* _Dataset entries_:
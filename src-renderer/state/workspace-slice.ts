import type { StateCreator } from 'zustand';
import type { ResponseOf } from '../../src-main/api/contract.ts';
import { describeError, type Client } from '../client/client.ts';
import type { AppState } from './store.ts';

export type WorkspaceInfo = ResponseOf<'workspace.info'>;
export type WorkspaceStats = ResponseOf<'workspace.stats'>;
export type LoadStatus = 'idle' | 'loading' | 'ready' | 'error';

export interface WorkspaceSlice {
  workspace: {
    info: WorkspaceInfo | null;
    status: LoadStatus;
    /** Why the last load failed, in plain words (shown on the overview). */
    loadError: string | null;
    /** Why opening another file failed (shown beside the open form). */
    openError: string | null;
    opening: boolean;
    /** When the info was last read (ms), so the overview can say how fresh its numbers are. */
    readAt: number | null;
    /** Date range, last import and more; null until read or when no workspace is open. */
    stats: WorkspaceStats | null;
  };
  /** The shell takes paths on its machine (Electron): the page may offer path fields (see Client.serverPaths). */
  canNamePaths: boolean;
  loadWorkspace(): Promise<void>;
  openWorkspace(file: string, create: boolean): Promise<boolean>;
  loadStats(): Promise<void>;
}

export const initialWorkspace: WorkspaceSlice['workspace'] = {
  info: null,
  status: 'idle',
  loadError: null,
  openError: null,
  opening: false,
  readAt: null,
  stats: null,
};

export function createWorkspaceSlice(client: Client, now: () => number): StateCreator<AppState, [], [], WorkspaceSlice> {
  return (set, get) => ({
    workspace: initialWorkspace,
    canNamePaths: client.serverPaths,
    async loadWorkspace() {
      set((s) => ({ workspace: { ...s.workspace, status: 'loading', loadError: null } }));
      try {
        const info = await client.call('workspace.info', {});
        set((s) => ({ workspace: { ...s.workspace, info, status: 'ready', readAt: now() } }));
      } catch (e) {
        set((s) => ({ workspace: { ...s.workspace, status: 'error', loadError: describeError(e) } }));
        return;
      }
      await get().loadStats();
    },
    async loadStats() {
      if (!get().workspace.info?.open) {
        set((s) => ({ workspace: { ...s.workspace, stats: null } }));
        return;
      }
      try {
        const stats = await client.call('workspace.stats', {});
        set((s) => ({ workspace: { ...s.workspace, stats } }));
      } catch {
        // Statistics are extra: the counts above still show; the next load tries again.
      }
    },
    async openWorkspace(file, create) {
      set((s) => ({ workspace: { ...s.workspace, opening: true, openError: null } }));
      try {
        const info = await client.call('workspace.open', { file, create });
        // Nothing read from the previous workspace may be shown for this one (models, editions, messages).
        get().forgetWorkspaceState();
        set({ workspace: { ...initialWorkspace, info, status: 'ready', readAt: now() } });
        await get().loadStats();
        return true;
      } catch (e) {
        set((s) => ({ workspace: { ...s.workspace, opening: false, openError: describeError(e) } }));
        return false;
      }
    },
  });
}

* _What you should do_: Your task is to retype the entries verbatim, starting with the line that holds "(see Client.serverPaths). */" and stopping after the line that holds "export const initialWorkspace: WorkspaceSlice['workspace']".

* _Result below_:
  /** The shell takes paths on its machine (Electron): the page may offer path fields (see Client.serverPaths). */
  canNamePaths: boolean;
  loadWorkspace(): Promise<void>;
  openWorkspace(file: string, create: boolean): Promise<boolean>;
  loadStats(): Promise<void>;
}

export const initialWorkspace: WorkspaceSlice['workspace'] = {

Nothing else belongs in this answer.